From the facts reported, it is manifest that the plaintiff has lost his debt through the conduct of the deputy sheriff; and the first point for the decision of the Court is whether, from the circumstances of the case, the deputy was in fault. [Here his honor recapitulated the facts, as before reported.]

It is urged for the deputy, that, in consequence of the special endorsement on the writ, he might attach either the body or estate. And we are inclined to allow this objection, if no verbal directions had been given him. When an original writ is delivered to the sheriff, with this special direction, perhaps he is not holden to look up estate, and to attach it as belonging to the debtor, without any indemnity ; and if he takes the body, he conforms to the direction. But in this case, he was verbally directed to attach certain chattels, describing their nature and situation; and I am satisfied that he was bound to obey this verbal direction, if he lawfully could.

It is further said that the plaintiff did not go with him to make the attachment. I know of no law directing the presence of the creditor with the officer, to oblige him to make an attachmenu The creditor ought, if required, to designate the cha ’els to be; attached ; and also, if they are not in the possession of the debtor, or if there be a dispute concerning the property, to give the officer an indemnity for making the attachment, In this case, the chattels to be attached were sufficiently designated, and there was no request of an indemnity. And if the officer could have insisted on the plaintiff’s going with him, he waived his right, by taking the writ with the verbal direction to make the attachment, after the plaintiff had declined going with him, without making any objection to conforming to the direction.

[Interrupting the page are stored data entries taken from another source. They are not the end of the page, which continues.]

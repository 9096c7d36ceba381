"""CSV data files (profiles, ice mass balance, shortwave): typed columns, located errors.

Line numbers count as a text editor does: the header is line 1, the first data row 2.
"""

from __future__ import annotations

from pathlib import Path

import numpy as np
import pandas as pd

from floeheat.errors import ArchiveError
from floeheat.io.archive import parse_iso_time

__all__ = ["read_data_csv", "numeric_column", "time_column"]


def read_data_csv(path, required) -> pd.DataFrame:
    """The CSV as strings ('' when empty), checking the required columns."""
    path = Path(path)
    try:
        table = pd.read_csv(path, dtype=str, keep_default_na=False, encoding="utf-8",
                            skipinitialspace=True)
    except FileNotFoundError as exc:
        raise ArchiveError.at(str(path), "", "the file does not exist",
                              "check the path in deployments.csv") from exc
    except (UnicodeDecodeError, pd.errors.ParserError, pd.errors.EmptyDataError) as exc:
        raise ArchiveError.at(str(path), "", f"cannot be read as UTF-8 CSV ({exc})",
                              "save it as UTF-8 CSV with a header row") from exc
    table.columns = [str(c).strip() for c in table.columns]
    missing = [c for c in required if c not in table.columns]
    if missing:
        raise ArchiveError.at(str(path), "header (line 1)",
                              f"required column(s) {', '.join(missing)} missing",
                              f"add the column(s) {', '.join(missing)}")
    if table.empty:
        raise ArchiveError.at(str(path), "", "the file has no data rows",
                              "add the data or remove the file from the archive")
    return table


def numeric_column(table: pd.DataFrame, column: str, *, file) -> np.ndarray:
    """A column as float64, NaN where empty; ArchiveError naming the first bad line."""
    text = table[column].str.strip()
    values = pd.to_numeric(text.replace("", "nan"), errors="coerce").to_numpy("float64")
    bad = np.isnan(values) & ~text.str.lower().isin(["", "nan", "na"]).to_numpy()
    if bad.any():
        i = int(np.flatnonzero(bad)[0])
        raise ArchiveError.at(str(file), f"line {i + 2}, column {column}",
                              f"{table[column].iloc[i]!r} is not a number",
                              "write a decimal number, or leave the cell empty for no data")
    return values


def time_column(table: pd.DataFrame, column: str, *, file) -> np.ndarray:
    """ISO 8601 times as naive UTC datetime64[ns]; ArchiveError naming the bad line."""
    text = table[column].str.strip()
    try:
        parsed = pd.to_datetime(text, format="ISO8601", utc=True)
        out = parsed.dt.tz_localize(None).to_numpy("datetime64[ns]")
    except (ValueError, TypeError):
        out = None
    if out is None or np.isnat(out).any():
        values = []
        for i, value in enumerate(text):
            try:
                values.append(parse_iso_time(value))
                if np.isnat(values[-1]):
                    raise ValueError(value)
            except ValueError:
                raise ArchiveError.at(
                    str(file), f"line {i + 2}, column {column}",
                    f"{value!r} is not an ISO 8601 time",
                    "write it like 2020-05-01T00:00:00Z") from None
        out = np.array(values, dtype="datetime64[ns]")
    return out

Another question made is, whether, if the deputy was in fault, the sheriff is answerable for the default. The sheriff is answerable cimliter for the defaults of his deputies, by nonfeasance or malfeasance, in the duties of their office enjoined on them by law; and not for a breach of contract made with a plaintiff, obliging [ * 64 ] themselves to do what by law * they were not obliged to do. Here the default charged is in not making an attachment of chattels, which he was bound by law to make ; the default, therefore, is a neglect of an official duty, for which the sheriff is responsible.

The verdict must stand, and judgment be entered up according to it. 
      
      
         [When the creditor points out certain goods, as the property of the debtor, to the sheriff, who, at the creditor’s request, seizes them on legal process, issued in favor of the creditor, and the goods are afterwards proved to be the property of a stranger, who recovers damages against the sheriff, the creditor is liable, in an action on the case in favor of the sheriff, to such damages as will indemnify him. — Humphreys vs. Pratt, 2 D. & Cl. 288. — Ed.]